Items from a data source
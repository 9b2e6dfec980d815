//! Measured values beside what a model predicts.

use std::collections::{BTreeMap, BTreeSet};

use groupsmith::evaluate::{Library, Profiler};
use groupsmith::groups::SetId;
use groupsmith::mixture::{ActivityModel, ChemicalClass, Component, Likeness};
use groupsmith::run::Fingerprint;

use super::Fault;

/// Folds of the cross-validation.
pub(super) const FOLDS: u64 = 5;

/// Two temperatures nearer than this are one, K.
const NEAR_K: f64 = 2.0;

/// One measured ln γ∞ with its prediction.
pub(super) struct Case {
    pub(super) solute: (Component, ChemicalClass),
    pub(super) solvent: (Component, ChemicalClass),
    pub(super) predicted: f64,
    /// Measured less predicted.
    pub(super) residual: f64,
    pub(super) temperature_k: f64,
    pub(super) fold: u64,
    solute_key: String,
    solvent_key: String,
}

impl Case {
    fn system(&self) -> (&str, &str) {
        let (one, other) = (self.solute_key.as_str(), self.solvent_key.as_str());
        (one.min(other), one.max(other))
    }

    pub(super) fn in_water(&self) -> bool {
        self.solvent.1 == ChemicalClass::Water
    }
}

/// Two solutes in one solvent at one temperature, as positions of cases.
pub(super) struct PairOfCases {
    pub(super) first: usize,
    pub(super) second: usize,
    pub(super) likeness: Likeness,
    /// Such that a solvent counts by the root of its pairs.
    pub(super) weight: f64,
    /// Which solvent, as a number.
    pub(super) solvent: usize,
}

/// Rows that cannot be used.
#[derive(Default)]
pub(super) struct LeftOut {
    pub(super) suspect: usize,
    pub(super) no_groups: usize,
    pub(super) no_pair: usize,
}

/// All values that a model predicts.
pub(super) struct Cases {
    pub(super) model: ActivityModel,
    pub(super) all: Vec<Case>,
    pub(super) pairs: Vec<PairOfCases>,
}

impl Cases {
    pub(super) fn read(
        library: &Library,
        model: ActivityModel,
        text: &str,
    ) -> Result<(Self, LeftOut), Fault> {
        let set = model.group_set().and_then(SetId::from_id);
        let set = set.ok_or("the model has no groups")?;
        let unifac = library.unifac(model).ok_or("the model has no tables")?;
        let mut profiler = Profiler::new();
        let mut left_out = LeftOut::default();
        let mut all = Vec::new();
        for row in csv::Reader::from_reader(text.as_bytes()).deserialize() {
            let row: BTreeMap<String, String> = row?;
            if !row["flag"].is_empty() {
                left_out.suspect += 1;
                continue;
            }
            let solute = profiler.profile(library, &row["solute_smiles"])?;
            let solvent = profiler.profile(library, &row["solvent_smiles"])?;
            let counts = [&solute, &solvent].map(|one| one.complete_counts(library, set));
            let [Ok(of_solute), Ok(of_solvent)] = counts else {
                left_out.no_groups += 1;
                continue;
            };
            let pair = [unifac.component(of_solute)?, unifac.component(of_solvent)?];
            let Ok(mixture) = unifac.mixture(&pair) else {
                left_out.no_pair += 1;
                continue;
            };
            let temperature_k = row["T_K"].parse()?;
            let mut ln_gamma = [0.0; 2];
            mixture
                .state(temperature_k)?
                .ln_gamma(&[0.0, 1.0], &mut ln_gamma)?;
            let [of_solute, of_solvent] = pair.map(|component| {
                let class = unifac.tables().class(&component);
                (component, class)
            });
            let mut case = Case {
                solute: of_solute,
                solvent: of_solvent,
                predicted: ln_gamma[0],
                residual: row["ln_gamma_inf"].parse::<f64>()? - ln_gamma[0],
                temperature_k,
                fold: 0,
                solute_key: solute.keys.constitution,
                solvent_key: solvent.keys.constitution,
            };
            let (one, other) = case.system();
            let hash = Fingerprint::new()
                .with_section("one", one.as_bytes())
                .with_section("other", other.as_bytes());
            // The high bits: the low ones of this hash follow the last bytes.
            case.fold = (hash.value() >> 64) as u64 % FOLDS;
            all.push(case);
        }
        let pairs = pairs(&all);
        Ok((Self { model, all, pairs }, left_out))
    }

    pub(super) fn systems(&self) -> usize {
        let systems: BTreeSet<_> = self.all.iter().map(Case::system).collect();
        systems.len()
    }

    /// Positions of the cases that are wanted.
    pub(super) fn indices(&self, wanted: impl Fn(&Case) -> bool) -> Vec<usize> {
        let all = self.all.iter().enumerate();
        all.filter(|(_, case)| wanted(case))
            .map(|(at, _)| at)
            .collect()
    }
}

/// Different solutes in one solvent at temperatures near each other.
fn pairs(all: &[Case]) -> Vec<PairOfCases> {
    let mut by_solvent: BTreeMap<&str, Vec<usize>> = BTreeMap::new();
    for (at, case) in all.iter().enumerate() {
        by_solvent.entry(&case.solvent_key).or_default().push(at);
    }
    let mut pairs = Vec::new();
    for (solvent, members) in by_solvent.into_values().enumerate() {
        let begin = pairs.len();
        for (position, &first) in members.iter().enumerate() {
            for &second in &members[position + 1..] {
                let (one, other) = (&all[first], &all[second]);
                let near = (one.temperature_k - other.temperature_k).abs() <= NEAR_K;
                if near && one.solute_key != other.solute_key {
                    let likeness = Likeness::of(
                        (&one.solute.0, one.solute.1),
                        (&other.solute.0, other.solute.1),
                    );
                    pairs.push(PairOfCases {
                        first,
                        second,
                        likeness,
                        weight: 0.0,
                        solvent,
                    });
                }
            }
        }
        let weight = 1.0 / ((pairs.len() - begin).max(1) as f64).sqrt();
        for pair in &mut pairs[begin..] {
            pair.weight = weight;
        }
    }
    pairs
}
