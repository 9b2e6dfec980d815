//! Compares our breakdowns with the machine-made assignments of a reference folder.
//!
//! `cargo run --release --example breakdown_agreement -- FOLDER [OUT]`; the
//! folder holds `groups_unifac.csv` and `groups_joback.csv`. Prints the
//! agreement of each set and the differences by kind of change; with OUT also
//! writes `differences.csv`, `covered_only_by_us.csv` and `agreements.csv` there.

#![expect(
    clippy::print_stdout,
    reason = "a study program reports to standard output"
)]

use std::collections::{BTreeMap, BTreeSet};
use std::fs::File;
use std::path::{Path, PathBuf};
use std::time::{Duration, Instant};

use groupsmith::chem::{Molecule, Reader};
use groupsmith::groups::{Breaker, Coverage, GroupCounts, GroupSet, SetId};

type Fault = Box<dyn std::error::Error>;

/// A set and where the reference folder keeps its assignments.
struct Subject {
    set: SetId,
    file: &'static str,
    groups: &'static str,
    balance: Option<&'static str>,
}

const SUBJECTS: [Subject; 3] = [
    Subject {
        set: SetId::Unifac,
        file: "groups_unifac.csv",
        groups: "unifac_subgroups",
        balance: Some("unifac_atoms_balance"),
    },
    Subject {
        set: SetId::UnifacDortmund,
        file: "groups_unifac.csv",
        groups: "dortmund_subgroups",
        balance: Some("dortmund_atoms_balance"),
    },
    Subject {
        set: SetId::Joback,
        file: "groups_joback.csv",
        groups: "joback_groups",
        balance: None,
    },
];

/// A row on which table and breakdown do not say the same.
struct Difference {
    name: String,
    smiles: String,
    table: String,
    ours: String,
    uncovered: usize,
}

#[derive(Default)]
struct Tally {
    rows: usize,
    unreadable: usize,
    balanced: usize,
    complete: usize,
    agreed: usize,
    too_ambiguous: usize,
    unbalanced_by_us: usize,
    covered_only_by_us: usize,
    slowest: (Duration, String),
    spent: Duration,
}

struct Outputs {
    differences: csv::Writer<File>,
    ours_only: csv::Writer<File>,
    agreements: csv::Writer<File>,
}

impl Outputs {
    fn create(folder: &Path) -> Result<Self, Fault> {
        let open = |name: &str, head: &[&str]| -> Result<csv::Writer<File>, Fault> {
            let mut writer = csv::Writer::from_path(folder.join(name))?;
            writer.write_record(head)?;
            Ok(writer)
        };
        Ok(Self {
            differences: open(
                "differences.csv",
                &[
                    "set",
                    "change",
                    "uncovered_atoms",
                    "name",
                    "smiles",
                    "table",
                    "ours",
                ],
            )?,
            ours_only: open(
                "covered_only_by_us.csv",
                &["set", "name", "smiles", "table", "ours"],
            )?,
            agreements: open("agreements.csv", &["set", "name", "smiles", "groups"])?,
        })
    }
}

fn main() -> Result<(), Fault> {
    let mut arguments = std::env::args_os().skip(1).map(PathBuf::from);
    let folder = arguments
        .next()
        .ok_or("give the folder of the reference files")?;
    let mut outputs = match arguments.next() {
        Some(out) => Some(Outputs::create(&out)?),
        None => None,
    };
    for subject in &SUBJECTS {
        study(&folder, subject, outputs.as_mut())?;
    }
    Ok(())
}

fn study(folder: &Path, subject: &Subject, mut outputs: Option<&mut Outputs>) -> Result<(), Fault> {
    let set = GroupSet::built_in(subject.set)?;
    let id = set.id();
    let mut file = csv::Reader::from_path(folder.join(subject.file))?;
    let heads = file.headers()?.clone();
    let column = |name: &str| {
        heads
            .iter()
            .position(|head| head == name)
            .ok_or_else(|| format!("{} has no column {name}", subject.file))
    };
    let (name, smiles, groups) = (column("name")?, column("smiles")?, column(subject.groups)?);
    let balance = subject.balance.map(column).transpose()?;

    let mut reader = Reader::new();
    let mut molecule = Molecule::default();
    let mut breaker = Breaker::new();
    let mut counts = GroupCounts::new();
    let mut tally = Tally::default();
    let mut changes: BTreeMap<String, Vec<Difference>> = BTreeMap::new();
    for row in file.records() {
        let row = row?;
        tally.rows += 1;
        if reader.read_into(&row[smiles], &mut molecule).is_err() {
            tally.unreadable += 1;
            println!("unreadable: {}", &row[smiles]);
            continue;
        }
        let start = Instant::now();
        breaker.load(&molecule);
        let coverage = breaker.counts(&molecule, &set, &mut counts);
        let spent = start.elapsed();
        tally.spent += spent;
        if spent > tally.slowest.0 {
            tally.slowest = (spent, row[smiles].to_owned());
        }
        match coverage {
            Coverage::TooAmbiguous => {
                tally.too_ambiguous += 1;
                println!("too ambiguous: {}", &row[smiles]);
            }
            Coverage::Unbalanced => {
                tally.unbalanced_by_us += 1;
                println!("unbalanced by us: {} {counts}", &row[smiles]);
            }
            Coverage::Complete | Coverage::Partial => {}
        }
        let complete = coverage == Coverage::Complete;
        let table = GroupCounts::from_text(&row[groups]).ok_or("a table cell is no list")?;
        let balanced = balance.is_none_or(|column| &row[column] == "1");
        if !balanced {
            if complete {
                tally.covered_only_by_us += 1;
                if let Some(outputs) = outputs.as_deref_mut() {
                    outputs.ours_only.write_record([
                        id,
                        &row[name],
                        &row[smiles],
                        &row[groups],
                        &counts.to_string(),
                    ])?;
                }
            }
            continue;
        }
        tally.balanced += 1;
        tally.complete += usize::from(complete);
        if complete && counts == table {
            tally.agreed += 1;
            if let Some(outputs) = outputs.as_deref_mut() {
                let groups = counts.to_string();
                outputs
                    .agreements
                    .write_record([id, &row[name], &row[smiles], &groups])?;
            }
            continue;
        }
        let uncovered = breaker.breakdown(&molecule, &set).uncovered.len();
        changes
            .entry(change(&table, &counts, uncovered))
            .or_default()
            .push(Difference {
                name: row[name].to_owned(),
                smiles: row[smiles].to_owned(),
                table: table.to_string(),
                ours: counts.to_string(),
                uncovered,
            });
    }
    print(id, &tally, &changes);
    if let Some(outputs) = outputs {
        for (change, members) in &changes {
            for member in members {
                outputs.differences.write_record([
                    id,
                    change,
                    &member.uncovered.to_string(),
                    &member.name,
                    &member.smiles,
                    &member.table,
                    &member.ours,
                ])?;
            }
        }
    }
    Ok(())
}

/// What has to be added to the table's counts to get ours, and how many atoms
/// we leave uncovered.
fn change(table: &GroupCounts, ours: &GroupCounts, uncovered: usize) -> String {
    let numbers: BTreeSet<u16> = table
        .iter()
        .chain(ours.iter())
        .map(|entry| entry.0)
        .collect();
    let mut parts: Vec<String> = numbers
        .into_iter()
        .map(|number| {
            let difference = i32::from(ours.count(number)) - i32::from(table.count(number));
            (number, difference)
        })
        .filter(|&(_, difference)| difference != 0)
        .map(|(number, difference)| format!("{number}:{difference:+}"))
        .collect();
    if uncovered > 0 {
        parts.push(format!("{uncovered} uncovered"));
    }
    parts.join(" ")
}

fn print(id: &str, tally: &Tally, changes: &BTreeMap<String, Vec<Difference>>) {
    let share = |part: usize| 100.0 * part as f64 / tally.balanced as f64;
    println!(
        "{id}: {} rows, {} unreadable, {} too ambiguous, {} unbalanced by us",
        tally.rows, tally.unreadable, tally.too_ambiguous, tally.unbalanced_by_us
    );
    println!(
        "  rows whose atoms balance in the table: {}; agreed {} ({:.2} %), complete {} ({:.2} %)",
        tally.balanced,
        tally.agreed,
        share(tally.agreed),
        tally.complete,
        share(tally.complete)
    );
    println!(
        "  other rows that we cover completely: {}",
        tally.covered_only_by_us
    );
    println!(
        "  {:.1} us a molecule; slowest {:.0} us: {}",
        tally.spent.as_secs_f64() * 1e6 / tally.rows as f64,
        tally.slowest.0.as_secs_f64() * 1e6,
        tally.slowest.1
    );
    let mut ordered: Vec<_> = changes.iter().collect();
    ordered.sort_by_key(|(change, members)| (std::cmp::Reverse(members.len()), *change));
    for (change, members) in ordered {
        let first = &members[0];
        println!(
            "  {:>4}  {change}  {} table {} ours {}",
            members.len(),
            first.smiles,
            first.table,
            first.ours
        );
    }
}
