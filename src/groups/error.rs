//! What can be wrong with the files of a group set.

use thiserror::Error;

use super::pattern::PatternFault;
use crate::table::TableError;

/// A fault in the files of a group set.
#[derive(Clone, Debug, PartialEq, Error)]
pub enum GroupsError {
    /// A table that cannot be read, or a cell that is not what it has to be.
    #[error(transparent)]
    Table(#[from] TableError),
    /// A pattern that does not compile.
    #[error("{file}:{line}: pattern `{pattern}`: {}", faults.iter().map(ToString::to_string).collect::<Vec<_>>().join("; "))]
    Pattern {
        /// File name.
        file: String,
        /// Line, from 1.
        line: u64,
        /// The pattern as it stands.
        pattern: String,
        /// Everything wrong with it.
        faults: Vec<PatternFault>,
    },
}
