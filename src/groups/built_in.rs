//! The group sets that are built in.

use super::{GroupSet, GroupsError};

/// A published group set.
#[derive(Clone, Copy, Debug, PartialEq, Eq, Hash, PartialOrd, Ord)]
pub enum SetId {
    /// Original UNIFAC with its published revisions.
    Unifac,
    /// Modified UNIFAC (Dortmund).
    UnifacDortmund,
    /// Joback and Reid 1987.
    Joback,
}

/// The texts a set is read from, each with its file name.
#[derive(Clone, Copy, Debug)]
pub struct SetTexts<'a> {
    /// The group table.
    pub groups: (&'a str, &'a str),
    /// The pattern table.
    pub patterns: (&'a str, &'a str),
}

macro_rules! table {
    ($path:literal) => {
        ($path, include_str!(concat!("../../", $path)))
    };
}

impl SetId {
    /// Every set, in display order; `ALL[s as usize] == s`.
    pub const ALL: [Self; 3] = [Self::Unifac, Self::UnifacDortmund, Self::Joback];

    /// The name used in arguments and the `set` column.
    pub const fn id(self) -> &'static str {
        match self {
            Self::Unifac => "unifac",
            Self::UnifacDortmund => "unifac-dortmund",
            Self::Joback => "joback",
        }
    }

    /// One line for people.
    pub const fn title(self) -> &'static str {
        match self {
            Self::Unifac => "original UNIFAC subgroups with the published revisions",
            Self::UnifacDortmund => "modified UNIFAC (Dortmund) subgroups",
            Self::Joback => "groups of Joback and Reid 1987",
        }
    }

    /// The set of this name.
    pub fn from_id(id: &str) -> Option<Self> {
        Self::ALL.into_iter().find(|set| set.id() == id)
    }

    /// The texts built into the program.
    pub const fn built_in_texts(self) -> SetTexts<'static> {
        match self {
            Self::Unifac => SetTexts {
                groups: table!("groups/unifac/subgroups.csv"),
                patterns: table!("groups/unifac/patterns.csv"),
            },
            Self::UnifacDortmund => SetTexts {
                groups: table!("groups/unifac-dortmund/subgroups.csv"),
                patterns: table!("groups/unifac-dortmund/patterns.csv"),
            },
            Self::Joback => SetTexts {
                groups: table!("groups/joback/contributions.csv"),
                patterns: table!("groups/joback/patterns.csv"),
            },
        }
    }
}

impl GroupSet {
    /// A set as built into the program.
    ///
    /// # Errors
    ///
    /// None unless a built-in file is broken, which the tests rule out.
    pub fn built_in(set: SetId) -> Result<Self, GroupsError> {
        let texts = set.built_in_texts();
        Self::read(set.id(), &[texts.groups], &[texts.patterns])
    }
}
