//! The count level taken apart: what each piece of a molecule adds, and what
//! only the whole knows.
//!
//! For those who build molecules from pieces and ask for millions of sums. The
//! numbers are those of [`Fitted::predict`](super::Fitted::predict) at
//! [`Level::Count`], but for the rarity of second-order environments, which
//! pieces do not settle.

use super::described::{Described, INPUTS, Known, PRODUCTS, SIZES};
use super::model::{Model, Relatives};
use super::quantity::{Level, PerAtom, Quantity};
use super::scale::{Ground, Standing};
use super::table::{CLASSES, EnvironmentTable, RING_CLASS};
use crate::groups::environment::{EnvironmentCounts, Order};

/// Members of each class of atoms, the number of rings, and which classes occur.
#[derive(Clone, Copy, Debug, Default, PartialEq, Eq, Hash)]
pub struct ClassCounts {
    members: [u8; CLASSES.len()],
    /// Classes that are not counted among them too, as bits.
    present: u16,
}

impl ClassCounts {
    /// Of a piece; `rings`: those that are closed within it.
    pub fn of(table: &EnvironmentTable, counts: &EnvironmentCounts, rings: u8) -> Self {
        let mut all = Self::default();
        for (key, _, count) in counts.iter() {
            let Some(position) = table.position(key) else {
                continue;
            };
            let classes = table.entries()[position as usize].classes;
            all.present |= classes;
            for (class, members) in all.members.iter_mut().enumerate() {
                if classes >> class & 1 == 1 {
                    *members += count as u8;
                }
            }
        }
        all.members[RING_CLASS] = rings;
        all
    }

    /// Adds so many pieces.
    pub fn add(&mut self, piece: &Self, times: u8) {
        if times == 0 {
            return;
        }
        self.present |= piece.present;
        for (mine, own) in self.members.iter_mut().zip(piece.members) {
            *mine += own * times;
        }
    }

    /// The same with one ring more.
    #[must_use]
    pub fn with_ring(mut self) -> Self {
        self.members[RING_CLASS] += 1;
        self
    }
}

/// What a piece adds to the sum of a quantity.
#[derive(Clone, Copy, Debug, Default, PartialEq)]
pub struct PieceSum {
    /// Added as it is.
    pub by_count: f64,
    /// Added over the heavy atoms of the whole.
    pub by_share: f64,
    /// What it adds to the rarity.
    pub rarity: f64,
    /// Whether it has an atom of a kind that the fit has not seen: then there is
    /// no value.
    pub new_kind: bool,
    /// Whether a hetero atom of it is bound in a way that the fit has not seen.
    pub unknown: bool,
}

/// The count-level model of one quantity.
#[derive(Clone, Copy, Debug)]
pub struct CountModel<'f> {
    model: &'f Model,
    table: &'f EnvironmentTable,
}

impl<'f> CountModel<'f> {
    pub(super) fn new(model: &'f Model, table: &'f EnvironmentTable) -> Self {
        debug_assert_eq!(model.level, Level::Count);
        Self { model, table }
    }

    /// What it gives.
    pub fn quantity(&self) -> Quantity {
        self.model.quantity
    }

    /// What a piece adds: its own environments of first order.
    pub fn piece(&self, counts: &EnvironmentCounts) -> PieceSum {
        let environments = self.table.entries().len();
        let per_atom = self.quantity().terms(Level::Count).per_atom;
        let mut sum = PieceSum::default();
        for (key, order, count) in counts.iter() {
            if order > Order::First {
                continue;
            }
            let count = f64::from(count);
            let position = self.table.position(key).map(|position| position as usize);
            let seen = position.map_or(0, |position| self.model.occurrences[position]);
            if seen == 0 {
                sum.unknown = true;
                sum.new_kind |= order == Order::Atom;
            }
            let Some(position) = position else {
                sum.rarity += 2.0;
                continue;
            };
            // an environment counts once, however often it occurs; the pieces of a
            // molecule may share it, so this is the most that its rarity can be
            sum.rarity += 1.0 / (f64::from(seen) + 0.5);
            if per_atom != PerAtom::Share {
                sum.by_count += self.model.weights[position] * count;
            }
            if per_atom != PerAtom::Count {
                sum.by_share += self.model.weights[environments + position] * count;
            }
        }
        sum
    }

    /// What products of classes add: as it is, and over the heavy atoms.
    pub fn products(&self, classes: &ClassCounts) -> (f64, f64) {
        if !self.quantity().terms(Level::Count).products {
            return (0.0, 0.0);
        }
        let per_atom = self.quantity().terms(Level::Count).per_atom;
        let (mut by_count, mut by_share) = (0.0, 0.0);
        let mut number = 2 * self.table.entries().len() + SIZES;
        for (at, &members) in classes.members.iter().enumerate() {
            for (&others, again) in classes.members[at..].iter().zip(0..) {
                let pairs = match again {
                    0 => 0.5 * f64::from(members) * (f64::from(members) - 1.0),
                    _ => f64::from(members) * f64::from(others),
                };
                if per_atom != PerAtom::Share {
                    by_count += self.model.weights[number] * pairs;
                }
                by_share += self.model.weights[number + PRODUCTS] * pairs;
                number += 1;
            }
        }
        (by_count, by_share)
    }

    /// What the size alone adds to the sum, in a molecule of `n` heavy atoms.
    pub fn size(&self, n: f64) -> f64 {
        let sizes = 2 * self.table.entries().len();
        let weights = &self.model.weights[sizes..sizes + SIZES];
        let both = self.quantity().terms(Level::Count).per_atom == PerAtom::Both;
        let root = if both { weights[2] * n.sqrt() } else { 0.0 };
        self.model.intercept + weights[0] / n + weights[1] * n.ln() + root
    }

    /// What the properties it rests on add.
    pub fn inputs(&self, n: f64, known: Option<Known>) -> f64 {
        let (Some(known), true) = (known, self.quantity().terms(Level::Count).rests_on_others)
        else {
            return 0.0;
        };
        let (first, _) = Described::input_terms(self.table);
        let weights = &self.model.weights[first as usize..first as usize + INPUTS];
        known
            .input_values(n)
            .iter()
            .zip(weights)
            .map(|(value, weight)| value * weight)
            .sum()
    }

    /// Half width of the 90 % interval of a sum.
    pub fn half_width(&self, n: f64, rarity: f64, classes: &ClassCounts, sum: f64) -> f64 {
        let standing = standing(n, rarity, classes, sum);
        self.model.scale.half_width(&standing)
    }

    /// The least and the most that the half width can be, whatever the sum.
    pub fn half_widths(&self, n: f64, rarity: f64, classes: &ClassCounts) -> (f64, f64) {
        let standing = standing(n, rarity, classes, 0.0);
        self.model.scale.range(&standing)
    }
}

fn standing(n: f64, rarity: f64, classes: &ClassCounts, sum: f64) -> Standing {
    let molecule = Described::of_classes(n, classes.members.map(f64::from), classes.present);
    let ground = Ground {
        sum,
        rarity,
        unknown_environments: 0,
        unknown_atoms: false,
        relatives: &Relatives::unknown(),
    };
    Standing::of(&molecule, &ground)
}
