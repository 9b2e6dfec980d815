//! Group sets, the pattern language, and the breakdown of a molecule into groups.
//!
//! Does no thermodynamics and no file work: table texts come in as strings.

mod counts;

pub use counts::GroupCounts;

__Directions for this task__
Exactly as they appear, retype the lines from the start of the records through the line containing "pub(super) struct PairOfCases".

__Solution for this task__
repository 9b2e6dfec980d815
//! Measured values beside what a model predicts.

use std::collections::{BTreeMap, BTreeSet};

use groupsmith::evaluate::{Library, Profiler};
use groupsmith::groups::SetId;
use groupsmith::mixture::{ActivityModel, ChemicalClass, Component, Likeness};
use groupsmith::run::Fingerprint;

use super::Fault;

/// Folds of the cross-validation.
pub(super) const FOLDS: u64 = 5;

/// Two temperatures nearer than this are one, K.
const NEAR_K: f64 = 2.0;

/// One measured ln γ∞ with its prediction.
pub(super) struct Case {
    pub(super) solute: (Component, ChemicalClass),
    pub(super) solvent: (Component, ChemicalClass),
    pub(super) predicted: f64,
    /// Measured less predicted.
    pub(super) residual: f64,
    pub(super) temperature_k: f64,
    pub(super) fold: u64,
    solute_key: String,
    solvent_key: String,
}

impl Case {
    fn system(&self) -> (&str, &str) {
        let (one, other) = (self.solute_key.as_str(), self.solvent_key.as_str());
        (one.min(other), one.max(other))
    }

    pub(super) fn in_water(&self) -> bool {
        self.solvent.1 == ChemicalClass::Water
    }
}

/// Two solutes in one solvent at one temperature, as positions of cases.
pub(super) struct PairOfCases {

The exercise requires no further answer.